Copy every line from the records below that holds the word "numbers".

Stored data
_ _ _ _

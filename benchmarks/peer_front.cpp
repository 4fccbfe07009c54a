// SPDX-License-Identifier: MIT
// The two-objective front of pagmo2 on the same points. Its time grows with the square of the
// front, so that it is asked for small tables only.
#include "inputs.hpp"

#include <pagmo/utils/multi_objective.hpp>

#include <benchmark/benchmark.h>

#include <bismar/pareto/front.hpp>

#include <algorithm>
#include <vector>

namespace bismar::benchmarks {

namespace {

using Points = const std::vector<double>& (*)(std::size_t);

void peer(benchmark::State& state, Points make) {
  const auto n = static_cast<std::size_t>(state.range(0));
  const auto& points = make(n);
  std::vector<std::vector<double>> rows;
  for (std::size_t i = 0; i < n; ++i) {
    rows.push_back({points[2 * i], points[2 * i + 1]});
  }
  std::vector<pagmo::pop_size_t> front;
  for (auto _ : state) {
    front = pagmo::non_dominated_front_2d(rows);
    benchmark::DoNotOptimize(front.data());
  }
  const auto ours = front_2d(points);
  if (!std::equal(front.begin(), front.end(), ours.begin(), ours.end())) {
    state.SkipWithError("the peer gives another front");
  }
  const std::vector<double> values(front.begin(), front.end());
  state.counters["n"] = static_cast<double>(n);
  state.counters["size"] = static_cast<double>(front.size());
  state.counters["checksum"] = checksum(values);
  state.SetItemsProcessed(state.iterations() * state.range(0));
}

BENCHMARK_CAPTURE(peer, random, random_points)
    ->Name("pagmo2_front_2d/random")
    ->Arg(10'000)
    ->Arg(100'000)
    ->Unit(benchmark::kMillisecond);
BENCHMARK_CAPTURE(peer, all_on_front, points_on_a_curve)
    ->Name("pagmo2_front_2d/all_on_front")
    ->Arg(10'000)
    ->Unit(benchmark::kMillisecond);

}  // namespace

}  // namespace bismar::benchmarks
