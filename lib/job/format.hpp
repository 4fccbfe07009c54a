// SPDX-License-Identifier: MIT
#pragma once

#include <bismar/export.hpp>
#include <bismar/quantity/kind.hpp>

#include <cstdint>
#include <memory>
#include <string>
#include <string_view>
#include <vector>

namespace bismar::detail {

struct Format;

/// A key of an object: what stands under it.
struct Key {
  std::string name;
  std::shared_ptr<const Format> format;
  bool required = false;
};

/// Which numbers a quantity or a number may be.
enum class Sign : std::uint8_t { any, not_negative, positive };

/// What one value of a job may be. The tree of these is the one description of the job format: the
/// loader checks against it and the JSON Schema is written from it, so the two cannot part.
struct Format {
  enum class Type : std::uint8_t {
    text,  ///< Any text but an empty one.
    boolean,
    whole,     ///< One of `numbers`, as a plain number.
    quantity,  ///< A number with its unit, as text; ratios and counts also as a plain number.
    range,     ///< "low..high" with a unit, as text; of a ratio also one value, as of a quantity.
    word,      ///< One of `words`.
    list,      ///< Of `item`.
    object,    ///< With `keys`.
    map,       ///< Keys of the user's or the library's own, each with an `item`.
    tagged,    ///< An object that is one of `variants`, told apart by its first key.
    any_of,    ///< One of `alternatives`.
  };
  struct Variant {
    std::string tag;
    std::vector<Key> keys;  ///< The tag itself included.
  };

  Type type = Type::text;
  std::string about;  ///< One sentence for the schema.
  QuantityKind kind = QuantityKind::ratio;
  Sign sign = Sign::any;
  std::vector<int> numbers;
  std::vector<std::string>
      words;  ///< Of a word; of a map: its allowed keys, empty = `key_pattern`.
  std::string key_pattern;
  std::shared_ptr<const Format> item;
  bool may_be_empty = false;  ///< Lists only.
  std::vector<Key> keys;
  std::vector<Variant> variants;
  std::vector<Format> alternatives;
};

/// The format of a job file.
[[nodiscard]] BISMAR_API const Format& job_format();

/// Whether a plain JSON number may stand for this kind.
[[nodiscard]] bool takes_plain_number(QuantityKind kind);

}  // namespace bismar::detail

_ _ _ _

Answer section:
/// Which numbers a quantity or a number may be.
    whole,     ///< One of `numbers`, as a plain number.
  std::vector<int> numbers;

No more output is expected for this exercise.